Hare Krishna Hare Krishna Krishna Krishna Hare Hare / Hare Rama Hare Rama Rama Rama Hare Hare

Friday, January 25, 2008

bone chilling


Yesterday was the coldest day of my life and the coldest day in Iowa. The Artic wind from Canada blew its sweet way to Midwest USA. Where I live, it measured -13 degree Fahrenheit or in English it was -23 deg centigrade without factoring in the wind chill. The wind chill plummets the temperature still lower. It was very cold that the interior of my car wasn’t warm enough to keep my fingers and toes warm in spite of setting my heater on for 45 mins. I guess it is part of life where we have to endure the extreme weathers. I don’t remember where but in the scriptures it mentions somewhere that due to the onslaught of kali, we will experience immense heat, rain and cold in different parts of the world. The collective karma right now impels nature to react in such a fashion. We have no option but to tolerate the extremities of weather.

As Krishna says in the Gita, heat and cold, happiness and distress all are due to sensory perception towards nature. It also implies the duality of this world. One day it is warm and cozy and we are happy and one day it is wet and cold and we are sad. It depends on where we live. I remember once in Chennai, it was so hot around 42 deg centigrade (108 deg Fahrenheit) that I could barely walk for five minutes in the sun. So depending on which part of the world we live in, we feel happy or sad. This is material nature. Grass is always greener on the other side.
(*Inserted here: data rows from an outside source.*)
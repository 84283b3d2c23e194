import { ChangeDetectionStrategy, Component, inject, input } from '@angular/core';
import { FormBuilder, ReactiveFormsModule, Validators } from '@angular/forms';
import { MatButtonModule } from '@angular/material/button';
import { MatFormFieldModule } from '@angular/material/form-field';
import { MatInputModule } from '@angular/material/input';
import { MatProgressSpinnerModule } from '@angular/material/progress-spinner';
import { Router, RouterLink } from '@angular/router';
import { FormAction } from '../../core/form-action';
import { AuthStore } from '../../core/auth-store';
import { AccountFrame } from './account-frame';
import { safeNext } from './safe-next';

/** Sign in with e-mail and password; returns to `next` afterwards. */
@Component({
  selector: 'em-sign-in',
  imports: [AccountFrame, ReactiveFormsModule, RouterLink, MatButtonModule, MatFormFieldModule, MatInputModule, MatProgressSpinnerModule],
  templateUrl: './sign-in.html',
  styleUrl: './account-form.scss',
  changeDetection: ChangeDetectionStrategy.OnPush,
})
export class SignIn {
  private readonly auth = inject(AuthStore);
  private readonly router = inject(Router);

  /** Where to go after success (a path inside the app); from the query string. */
  readonly next = input<string | undefined>();

  protected readonly form = inject(FormBuilder).nonNullable.group({
    email: ['', [Validators.required, Validators.email]],
    password: ['', Validators.required],
  });
  protected readonly submit = new FormAction();

  protected signIn(): Promise<void> {
    return this.submit.run(this.form, async () => {
      const { email, password } = this.form.getRawValue();
      await this.auth.signIn(email, password);
      await this.router.navigateByUrl(safeNext(this.next(), '/'));
    });
  }
}
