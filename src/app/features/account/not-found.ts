import { ChangeDetectionStrategy, Component } from '@angular/core';
import { MatButtonModule } from '@angular/material/button';
import { RouterLink } from '@angular/router';
import { AccountFrame } from './account-frame';

/** Any unknown address. */
@Component({
  selector: 'em-not-found',
  imports: [AccountFrame, RouterLink, MatButtonModule],
  template: `
    <em-account-frame heading="Nothing lit here" lead="This address does not lead to a page.">
      <a mat-flat-button routerLink="/">Go to your studio</a>
    </em-account-frame>
  `,
  changeDetection: ChangeDetectionStrategy.OnPush,
})
export class NotFound {}
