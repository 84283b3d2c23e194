import { choose, driftShare, studioIdOf, thirdPartyArtworks, uploadArtwork, waitForDraw } from './bench-helpers';
import { CHROMIUM } from './chromium';
import { expect, signIn, test } from './fixtures';

// The same browser without WebGL: the bench must draw the same picture from the CPU pipeline.
test.use({
  launchOptions: { ...CHROMIUM, args: [...CHROMIUM.args, '--disable-webgl', '--disable-webgl2'] },
});

test('without WebGL the CPU fallback draws the reference picture, with a notice', async ({ page, guard }, testInfo) => {
  void guard;
  await signIn(page, 'editor@kilnquartz.example', 'amber-glow-demo');
  await expect(page).toHaveURL(/\/bench/);
  const studioId = studioIdOf(page.url());
  const [, trophy] = await thirdPartyArtworks(page);
  const id = await uploadArtwork(page, studioId, `cpu-trophy-${Date.now().toString(36)}`, trophy.bytes);
  await page.goto(`/studios/${studioId}/bench?artwork=${id}`);
  await waitForDraw(page, 0);
  await expect(page.getByText('WebGL2 is not available here')).toBeVisible();
  await expect(page.getByTestId('cpu-canvas')).toBeVisible();
  // The worker's glow and composer run as WebAssembly kernels: the page's policy lets it compile
  // them (an empty module here), and the picture still equals the server's to the byte.
  const compiles = await page.evaluate(() =>
    WebAssembly.compile(new Uint8Array([0, 97, 115, 109, 1, 0, 0, 0])).then(
      () => 'compiles',
      (err: Error) => err.message,
    ),
  );
  expect(compiles).toBe('compiles');
  expect(await driftShare(page)).toBe(0);
  await choose(page, 'Panel type', 'Monochrome CRT, green (P1-like)');
  await waitForDraw(page, 1);
  expect(await driftShare(page)).toBe(0);
  await page.screenshot({ path: testInfo.outputPath('bench-cpu.png') });
});
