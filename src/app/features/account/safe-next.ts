/** A same-app path to continue to, or the fallback (never another origin, never `//host`). */
export function safeNext(next: string | undefined, fallback: string): string {
  return next && next.startsWith('/') && !next.startsWith('//') ? next : fallback;
}
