test('the compare divider follows a drag across the stage, can be grabbed again at either edge, and moves by keyboard; both sides are labelled', async ({
  page,
  guard,
}) => {
  void guard;
  await openBenchAsEditor(page);
  await choose(page, 'Compare with', 'Original artwork');
  const stage = page.getByTestId('stage');
  const preview = page.getByRole('group', { name: 'Preview' });
  await expect(preview.getByText(/^A · /)).toBeVisible();
  await expect(preview.getByText('B · Original artwork')).toBeVisible();
  const divider = page.getByRole('slider', { name: 'Compare divider' });
  const box = (await stage.boundingBox())!;
  const y = box.y + box.height / 2;
  // Issue "Workflow", item 4: a drag to a quarter of the width puts the divider there (it used to jump to 0).
  const dragTo = async (share: number) => {
    const d = (await divider.boundingBox())!;
    await page.mouse.move(d.x + d.width / 2, y);
    await page.mouse.down();
    await page.mouse.move(box.x + box.width * share, y, { steps: 8 });
    await page.mouse.up();
  };
  const at = async () => Number(await divider.getAttribute('aria-valuenow'));
  await dragTo(0.25);
  expect(Math.abs((await at()) - 25)).toBeLessThanOrEqual(2);
  await dragTo(1.2);
  expect(await at()).toBe(100);
  // At the right edge it can still be grabbed and brought back.
  await dragTo(0.6);
  expect(Math.abs((await at()) - 60)).toBeLessThanOrEqual(2);
  await divider.focus();
  // Each key's result is awaited (the attribute updates on the next render, not synchronously).
  await page.keyboard.press('Home');
  await expect(divider).toHaveAttribute('aria-valuenow', '0');
  await page.keyboard.press('End');
  await expect(divider).toHaveAttribute('aria-valuenow', '100');
  await page.keyboard.press('PageDown');
  await expect(divider).toHaveAttribute('aria-valuenow', '90');
  await expect(divider).toHaveAttribute('aria-valuetext', /90 % A: .+, the rest B: Original artwork/);
});
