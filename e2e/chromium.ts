/**
 * How the tests and benchmarks start Debian's chromium: its path (CHROMIUM_PATH overrides), no
 * sandbox (root in CI), and none of the background traffic a fresh profile would make.
 */
export const CHROMIUM = {
  executablePath: process.env.CHROMIUM_PATH ?? '/usr/bin/chromium',
  args: [
    '--no-sandbox',
    '--disable-background-networking',
    '--disable-component-update',
    '--disable-sync',
    '--no-first-run',
    '--disable-quic',
  ],
};
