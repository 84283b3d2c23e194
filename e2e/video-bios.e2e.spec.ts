import type { Page } from '@playwright/test';
import { syntheticRom } from '@shared/drive/sample-rom';
import { readRom } from '@shared/drive/vga-rom';
import { choose, studioIdOf } from './bench-helpers';
import { expect, signIn, test } from './fixtures';

/** Saves a drive timing through the API with the page's session and XSRF token. */
async function saveTiming(page: Page, studioId: string, name: string, mode: string): Promise<void> {
  const xsrf = (await page.context().cookies()).find((c) => c.name === 'XSRF-TOKEN')!.value;
  const res = await page.request.post(`/api/studios/${studioId}/timings`, {
    headers: { 'X-XSRF-TOKEN': xsrf },
    data: {
      name,
      panelTypeId: 'el-amber-640x480',
      source: { kind: 'standard', standard: 'dmt', mode },
      interface: { dualScan: true, pixelsPerClock: 4 },
    },
  });
  expect(res.status(), await res.text()).toBe(201);
}

test('an editor reads a ROM image, patches mode 12h with a saved timing after seeing the byte diff, and downloads the patched image', async ({
  page,
  guard,
}, testInfo) => {
  void guard;
  await signIn(page, 'editor@kilnquartz.example', 'amber-glow-demo');
  await expect(page).toHaveURL(/\/bench/);
  const studioId = studioIdOf(page.url());
  const timingName = `IBM 640x400 ${Date.now().toString(36)}`;
  await saveTiming(page, studioId, timingName, '640x400@70');
  await page.getByRole('link', { name: 'Video BIOS' }).click();
  await expect(page.getByRole('heading', { name: 'Before you flash' })).toBeVisible();

  const cardName = `Card ${Date.now().toString(36)}`;
  await page
    .locator('input[type=file]')
    .setInputFiles({ name: `${cardName}.rom`, mimeType: 'application/octet-stream', buffer: Buffer.from(syntheticRom()) });
  await expect(page.getByRole('heading', { name: cardName, exact: true })).toBeVisible();
  await expect(page.getByTestId('rom-checksum')).toHaveText('Good: the bytes sum to 00');
  await expect(page.getByText('at 0x1000, from the video save pointer table at 0x0800')).toBeVisible();
  // Mode 12h: 640×480 at 25.175 MHz, 59.94 Hz [ds; calc 25.175 MHz / (800 · 525)].
  const table = page.getByRole('region', { name: 'Parameter table entries' });
  await expect(table.getByRole('row', { name: /1Bh/ })).toContainText('640×480 graphics, 8-dot, 25.175 MHz, 59.94 Hz');
  await expect(table.getByRole('row', { name: /18h/ })).toContainText('720×400 text, 9-dot, 28.322 MHz, 70.09 Hz');
  await expect(table.getByRole('row')).toHaveCount(3);
  await page.getByRole('switch', { name: /Show the 27 empty entries/ }).click();
  await expect(table.getByRole('row')).toHaveCount(30);

  await choose(page, 'Drive timing', new RegExp(timingName));
  const diff = page.getByRole('region', { name: 'Byte diff' });
  await expect(page.getByRole('heading', { name: 'Byte diff: 13 bytes change' })).toBeVisible();
  await expect(diff.getByRole('row', { name: /CR06 Vertical total/ })).toContainText('0x16D0');
  await expect(diff.getByRole('row', { name: /CR06 Vertical total/ })).toContainText('BF');
  await page.screenshot({ path: testInfo.outputPath('bios-diff.png'), fullPage: true });
  await page.getByRole('button', { name: 'Save patched image' }).click();
  const patchedName = `${cardName} · ${timingName}`;
  await expect(page.getByRole('heading', { name: patchedName })).toBeVisible();
  await expect(page.getByText(/entry 1Bh \(at 0x16C0\) now holds/)).toBeVisible();
  await expect(page.getByRole('list', { name: 'ROM images' })).toContainText(cardName);

  const [download] = await Promise.all([page.waitForEvent('download'), page.getByRole('button', { name: 'Download image' }).click()]);
  const bytes = Buffer.concat(await (await download.createReadStream()).toArray());
  expect(bytes.length).toBe(32768);
  expect(bytes.reduce((s, v) => (s + v) & 0xff, 0)).toBe(0);
  expect(readRom(bytes).entries[0x1b].decoded).toMatchObject({ width: 640, height: 400, vTotal: 449 });

  // The original again: refused, and led to the patched image; patching that asks first.
  await page.getByRole('button', { name: `Open ${cardName}`, exact: true }).click();
  await expect(page.getByRole('heading', { name: cardName, exact: true })).toBeVisible();
  await page.getByRole('button', { name: 'Save patched image' }).click();
  await page.getByRole('alertdialog').getByRole('button', { name: 'Open the patched image' }).click();
  await expect(page.getByRole('heading', { name: patchedName })).toBeVisible();
  await page.getByRole('button', { name: 'Save patched image' }).click();
  await expect(page.getByRole('alertdialog')).toContainText('It is already a patched image');
  await page.getByRole('alertdialog').getByRole('button', { name: 'Start from the patched image' }).click();
  await expect(page.getByRole('heading', { name: `${patchedName} · ${timingName}`.slice(0, 120) })).toBeVisible();
});

test('a file that is not an option ROM is refused with the reason; a viewer sees why the page is closed', async ({ page, browser }) => {
  await signIn(page, 'editor@kilnquartz.example', 'amber-glow-demo');
  await page.getByRole('link', { name: 'Video BIOS' }).click();
  await page
    .locator('input[type=file]')
    .setInputFiles({ name: 'notes.txt', mimeType: 'text/plain', buffer: Buffer.from('MZ not a rom at all') });
  await expect(page.getByRole('alert').filter({ hasText: 'was not added' })).toContainText('it starts with 4D 5A, not 55 AA');

  const context = await browser.newContext();
  const viewer = await context.newPage();
  await signIn(viewer, 'viewer@kilnquartz.example', 'amber-glow-demo');
  await viewer.getByRole('link', { name: 'Video BIOS' }).click();
  await expect(viewer.getByRole('heading', { name: 'For editors and owners' })).toBeVisible();
  await expect(viewer.getByRole('button', { name: 'Choose a file' })).toHaveCount(0);
  await context.close();
});

test('on a phone the Video BIOS page stacks and nothing scrolls sideways', async ({ page }, testInfo) => {
  await page.setViewportSize({ width: 390, height: 844 });
  await signIn(page, 'editor@kilnquartz.example', 'amber-glow-demo');
  await expect(page).toHaveURL(/\/bench/);
  await page.goto(page.url().replace(/\/bench.*$/, '/bios'));
  await expect(page.getByRole('heading', { name: 'Video BIOS', level: 1 })).toBeVisible();
  await page
    .locator('input[type=file]')
    .setInputFiles({ name: 'phone card.rom', mimeType: 'application/octet-stream', buffer: Buffer.from(syntheticRom()) });
  await expect(page.getByRole('heading', { name: 'phone card', exact: true })).toBeVisible();
  expect(await page.evaluate(() => document.documentElement.scrollWidth)).toBeLessThanOrEqual(390);
  await page.getByRole('heading', { name: 'Patch an entry' }).scrollIntoViewIfNeeded();
  await page.screenshot({ path: testInfo.outputPath('bios-phone.png') });
});
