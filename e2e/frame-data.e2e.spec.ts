import { PNG } from 'pngjs';
import type { Download, Page } from '@playwright/test';
import { choose, studioIdOf, uploadArtwork, waitForDraw } from './bench-helpers';
import { expect, signIn, test } from './fixtures';

/** A 640 × 480 card, left half white and right half black: its packed rows are known by hand. */
function halfCard(): Buffer {
  const png = new PNG({ width: 640, height: 480 });
  for (let i = 0; i < 640 * 480; i++) {
    png.data.fill(i % 640 < 320 ? 255 : 0, i * 4, i * 4 + 3);
    png.data[i * 4 + 3] = 255;
  }
  return PNG.sync.write(png);
}

async function bytesOf(download: Download): Promise<Buffer> {
  return Buffer.concat(await (await download.createReadStream()).toArray());
}

async function downloadWith(page: Page, button: string | RegExp): Promise<{ name: string; bytes: Buffer }> {
  const [download] = await Promise.all([page.waitForEvent('download'), page.getByRole('button', { name: button }).click()]);
  return { name: download.suggestedFilename(), bytes: await bytesOf(download) };
}

const fill = (n: number, v: number) => [...new Array(n).fill(v)];

test('frame data from the drive timing page and the bench: the downloads hold exactly the cells, in the layout chosen', async ({
  page,
  guard,
}, testInfo) => {
  void guard;
  await signIn(page, 'editor@kilnquartz.example', 'amber-glow-demo');
  await expect(page).toHaveURL(/\/bench/);
  const name = `Half card ${Date.now().toString(36)}`;
  await uploadArtwork(page, studioIdOf(page.url()), name, halfCard());

  // Drive timing page: the default timing is dual-scan at 4 pixels a shift clock.
  await page.getByRole('link', { name: 'Drive timing' }).click();
  await choose(page, 'Artwork', name);
  await choose(page, 'Look', 'Line art, no dither');
  await expect(page.getByRole('combobox', { name: 'Scan' })).toContainText('Dual scan, interleaved');
  await expect(page.getByRole('combobox', { name: 'Pixels per shift clock' }).last()).toContainText('4');
  await expect(page.getByTestId('frame-data-size')).toContainText('640 × 480 cells · 38,400 bytes a frame');
  await expect(page.getByRole('img', { name: /Layout diagram/ })).toBeVisible();
  await choose(page, 'Format', 'Raw binary (.bin)');
  const dual = await downloadWith(page, 'Download Raw binary');
  expect(dual.name).toMatch(/\.bin$/);
  // [calc] cols·rows·bits/8 = 640·480/8. Interleaved at 4 a clock, a line carries 4 upper then 4
  // lower cells a byte: both halves are white left of 320, so a line is 80 bytes FF then 80 of 00.
  expect(dual.bytes.length).toBe(38400);
  expect([...dual.bytes.subarray(160 * 7, 160 * 8)]).toEqual([...fill(80, 0xff), ...fill(80, 0)]);

  // Four levels need 2 bits; 1 bit is refused with what to do; frame-rate control makes 3 frames.
  await choose(page, 'Look', 'Ordered dither, 4 levels');
  await expect(page.getByTestId('frame-data-size')).toContainText('76,800 bytes a frame');
  await page.getByRole('radio', { name: '1 bit' }).click();
  await expect(page.getByRole('alert').filter({ hasText: 'This layout cannot hold the panel' })).toContainText(
    '4 gray levels but 1 bit a cell holds 2',
  );
  await expect(page.getByRole('button', { name: /^Download/ })).toBeDisabled();
  await choose(page, 'Gray by frame-rate control', '4 levels over 3 frames');
  await expect(page.getByTestId('frame-data-size')).toContainText('3 frames · 115,200 bytes in all');
  await choose(page, 'Format', 'C header (.h)');
  const header = await downloadWith(page, 'Download C header');
  const text = header.bytes.toString('utf8');
  const array = /static const uint8_t (\w+)\[(\d+)\] = \{([^}]*)\}/.exec(text)!;
  expect(Number(array[2])).toBe(115200);
  expect(array[3].split(',').filter((s) => s.trim()).length).toBe(115200);
  await page.getByRole('heading', { name: 'Frame data' }).scrollIntoViewIfNeeded();
  await page.screenshot({ path: testInfo.outputPath('drive-frame-data.png') });

  // Bench: no timing chosen, so single scan at 1 cell a clock; a row is 40 bytes FF then 40 of 00.
  await page.getByRole('link', { name: 'Bench' }).click();
  await choose(page, 'Artwork', name);
  await choose(page, 'Preset', 'Line art, no dither');
  await waitForDraw(page, 0);
  await page.getByRole('button', { name: 'Frame data' }).click();
  await expect(page.getByRole('combobox', { name: 'Scan' })).toContainText('Single scan');
  await choose(page, 'Format', 'Raw binary (.bin)');
  const single = await downloadWith(page, 'Download Raw binary');
  expect(single.bytes.length).toBe(38400);
  expect([...single.bytes.subarray(80 * 100, 80 * 101)]).toEqual([...fill(40, 0xff), ...fill(40, 0)]);
  // LSB first changes nothing in bytes of one colour; a dual-scan plane layout puts the lower half after the upper.
  await choose(page, 'Scan', 'Dual scan, two planes');
  await expect(page.getByRole('listitem').filter({ hasText: 'Dual scan as two planes' })).toContainText('rows 240–479');
  await page.screenshot({ path: testInfo.outputPath('bench-frame-data.png'), fullPage: true });
});

test('on a phone the frame data controls stack and the diagram scrolls sideways', async ({ page, guard }, testInfo) => {
  void guard;
  await page.setViewportSize({ width: 390, height: 844 });
  await signIn(page, 'editor@kilnquartz.example', 'amber-glow-demo');
  await expect(page).toHaveURL(/\/bench/);
  await page.goto(page.url().replace(/\/bench.*$/, '/drive'));
  const region = page.getByRole('region', { name: /Layout diagram/ });
  await expect(region).toBeVisible();
  // The page itself never scrolls sideways; the diagram does.
  expect(await page.evaluate(() => document.documentElement.scrollWidth)).toBeLessThanOrEqual(390);
  expect(await region.evaluate((el) => el.scrollWidth > el.clientWidth)).toBe(true);
  await region.scrollIntoViewIfNeeded();
  await page.screenshot({ path: testInfo.outputPath('drive-frame-data-phone.png') });
  await page.getByRole('heading', { name: 'Frame data' }).scrollIntoViewIfNeeded();
  await page.screenshot({ path: testInfo.outputPath('drive-frame-data-phone-controls.png') });
});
Krishna the knower of all advises Arjuna in the beginning of the Gita to tolerate the dualities of nature without being disturbed and with this frame of mind, Krishna sings the whole Gita to Arjuna. So the lesson we learn, the first step towards anything Krishna Conscious/spiritual is to tolerate and control our mind and senses and only then do we have any hope of pleasing the Lord.

mātrā-sparśās tu kaunteya
śītoṣṇa-sukha-duḥkha-dāḥ
āgamāpāyino 'nityās
tāḿs titikṣasva bhārata
BG ch 2 text 14

O son of Kuntī, the nonpermanent appearance of happiness and distress, and their disappearance in due course, are like the appearance and disappearance of winter and summer seasons. They arise from sense perception, O scion of Bharata, and one must learn to tolerate them without being disturbed.